Я собираюсь (без зарока) знакомить интересующихся с наиболее значительными текстами «Седьмой колонки» в их переводе на русский. Собственно, этот процесс уже, что называется, пошел – с публикацией здесь примерно пару месяцев назад перевода стихотворения «Из всех народов». Оно появилось в газете в ноябре 1942 года, а вскоре после него было опубликовано и предлагаемое сейчас вашему вниманию «Письмо Менахема-Мендла». Несколько слов предыстории для тех, кто не читал (или не помнит) Шолом-Алейхема.
Упоминаемые в стихотворении Менахем-Мендл, его жена Шейна-Шендл, мальчик Мотл, Тувья-молочник, хазан Пейсах, дядя Пиня, скрипач Стемпенью и шалун Топале Тутуриту – известные персонажи повестей и рассказов этого классика еврейской литературы на языке идиш. Написанное в разгар войны, стихотворение Альтермана с печальной точностью предсказывает то, что окончательно выяснится лишь двумя-тремя десятилетиями позже. Уничтожив народ-носитель богатейшей идишской культуры, Гитлер (а затем и Сталин) уничтожили таким образом и ее саму. В расстрельные рвы легли не только те, кто читали «Повесть в письмах», которые писал Менахем-Мендл из Одессы своей жене Шейне-Шендл в Касриловку. Та же судьба постигла и самих Менахема-Мендла и Шейну-Шендл. Теперь их мало кто помнит. Это только дурачки полагают, что рукописи не горят.
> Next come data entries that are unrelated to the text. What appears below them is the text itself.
"""Verdicts over pairs that reviewers know. Never a wrong one; most equal pairs proved, nearly all different ones refuted."""

from __future__ import annotations

import tomllib
from functools import cache
from pathlib import Path

import pytest

from core.catalog.ddl import catalog_from_ddl
from core.compare import Kind, Verdict, compare
from core.engine.instance import create_instance
from core.language.sql.read import read_sql
from tests.generate.queries import SCHEMA

CATALOG = catalog_from_ddl(SCHEMA)
PAIRS = tomllib.loads((Path(__file__).parent / "pairs.toml").read_text(encoding="utf-8"))
SECONDS = {"equal": 1.5, "different": 4.0}


@cache
def judged(kind: str, number: int) -> Verdict:
    pair = PAIRS[kind][number]
    return compare(read_sql(pair["a"], CATALOG), read_sql(pair["b"], CATALOG), CATALOG, SECONDS[kind])


def cases(kind: str) -> list[object]:
    return [pytest.param(i, id=pair["why"][:60]) for i, pair in enumerate(PAIRS[kind])]


@pytest.mark.parametrize("number", cases("equal"))
def test_an_equal_pair_is_never_refuted(number: int) -> None:
    verdict = judged("equal", number)
    assert verdict.kind is not Kind.DIFFERENT, verdict.reasons


@pytest.mark.parametrize("number", cases("different"))
def test_a_different_pair_is_never_proved(number: int) -> None:
    verdict = judged("different", number)
    assert verdict.kind is not Kind.EQUAL, verdict.proof
    if verdict.witness is not None:
        engine = create_instance(CATALOG, verdict.witness.data)
        pair = PAIRS["different"][number]
        results = [sorted(map(repr, engine.run(pair[side]).rows)) for side in "ab"]
        engine.close()
        assert results[0] != results[1]


def test_how_much_is_decided() -> None:
    """At least 85 % of equal pairs proved, 98 % of different ones refuted, with witnesses of three rows a relation at the median."""
    equal = [judged("equal", i).kind is Kind.EQUAL for i in range(len(PAIRS["equal"]))]
    different = [judged("different", i) for i in range(len(PAIRS["different"]))]
    refuted = [v.kind is Kind.DIFFERENT for v in different]
    unproved = [PAIRS["equal"][i]["why"] for i, ok in enumerate(equal) if not ok]
    missed = [PAIRS["different"][i]["why"] for i, ok in enumerate(refuted) if not ok]
    assert sum(equal) >= 0.85 * len(equal), unproved
    assert sum(refuted) >= 0.98 * len(refuted), missed
    largest = sorted(max(len(rows) for rows in v.witness.data.values()) for v in different if v.witness is not None)
    assert largest[len(largest) // 2] <= 3


def test_functions_that_differ_from_call_to_call_are_left_undecided() -> None:
    query = read_sql("select a, random() as x from r", CATALOG)
    assert compare(query, query, CATALOG, 1.0).kind is Kind.NO_DIFFERENCE


def test_other_names_are_said_apart() -> None:
    a, b = read_sql("select a as x from r", CATALOG), read_sql("select a as y from r", CATALOG)
    verdict = compare(a, b, CATALOG, 1.0)
    assert verdict.kind is Kind.EQUAL
    assert verdict.asides == ("other column names: x / y",)


def test_another_number_of_columns_is_different() -> None:
    a, b = read_sql("select a from r", CATALOG), read_sql("select a, b from r", CATALOG)
    assert compare(a, b, CATALOG, 1.0).kind is Kind.DIFFERENT


def test_a_witness_recreates_itself() -> None:
    a, b = read_sql("select a from r where c > 2", CATALOG), read_sql("select a from r where c >= 2", CATALOG)
    witness = compare(a, b, CATALOG, 4.0).witness
    assert witness is not None
    import duckdb

    connection = duckdb.connect()
    connection.execute(witness.sql())
    assert (
        connection.execute("select a from r where c > 2").fetchall()
        != connection.execute("select a from r where c >= 2").fetchall()
    )
    connection.close()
В крематориях горят и рукописи, и книги, и собрания сочинений, и целые пласты человеческой культуры.
Письмо Менахема-Мендла
Шейна-Шендл моя, сквозь ночь и пургу,
как луна из облачной тени,
Шейна-Шендл, мечтой в помутнённом мозгу
ты коснёшься моих видений.
Моя шляпа заломлена для куражу,
лапсердак ветрами иссечен.
Так я в жизни ходил, так я в смерти лежу –
говорят, что мой образ вечен.
Шейна-Шендл, вокруг только снег и гроза,
и все судьбы печально схожи.
Тувья умер, и Мотл, и Пейсах-хазан.
Дядю Пиню ты помнишь?
Тоже.
И скрипач наш Стемпенью.
Он бос и мал,
но красив красотою прежней.
И поёт ему скрипка немой хорал
в омертвелой пустыне снежной.
Здесь же Топале лёг, всем проказникам брат,
пацанёнок из детской песни…
Если правда, что слёзы и смех не горят,
то, наверно, и он воскреснет.
Нас вели в той ночи, словно скот на убой.
Шейна-Шендл моя, мы стояли
рядом с теми, кому мы дарили с тобой
радость счастья и радость печали.
Ты почистила старенький мой лапсердак,
повязала платок весенний.
Но никто не смеялся.
Смотрели так,
будто ждали от нас спасенья.
Ночь была от пожаров светла, и я
стал писать завещанье быстро.
На клочке простом, Шейна-Шендл моя, –
лишь о самом большом и чистом.
Лишь о том, как я счастлив тому, что ты
мне была женой и удачей.
Мы играли комедию вечной мечты,
но закончилось всё иначе.
Мы шутили о смерти со сцен и страниц –
о нестрашной, домашней, спящей.
Но она пришла – в миллион десниц,
в миллион кулаков разящих.
Кто же думал – под скрипочку и под смех –
что пожрёт нас адское пламя,
что актёры и зрители наших потех
лягут в красный снег рядом с нами.
Ну а мы, люди снов и тяжелых вериг,
слёз и песен во тьме изгнанья –
мы мертвы – персонажи спектаклей, книг,
дети радости и страданья.
Шейна-Шендл, сквозь бури протяжный вой,
сквозь круги рычащего ада,
Шейна-Шендл, склонись над моей головой,
как незрячих очей отрада.
Само собой, стихотворение положено на музыку и даже не в одном варианте.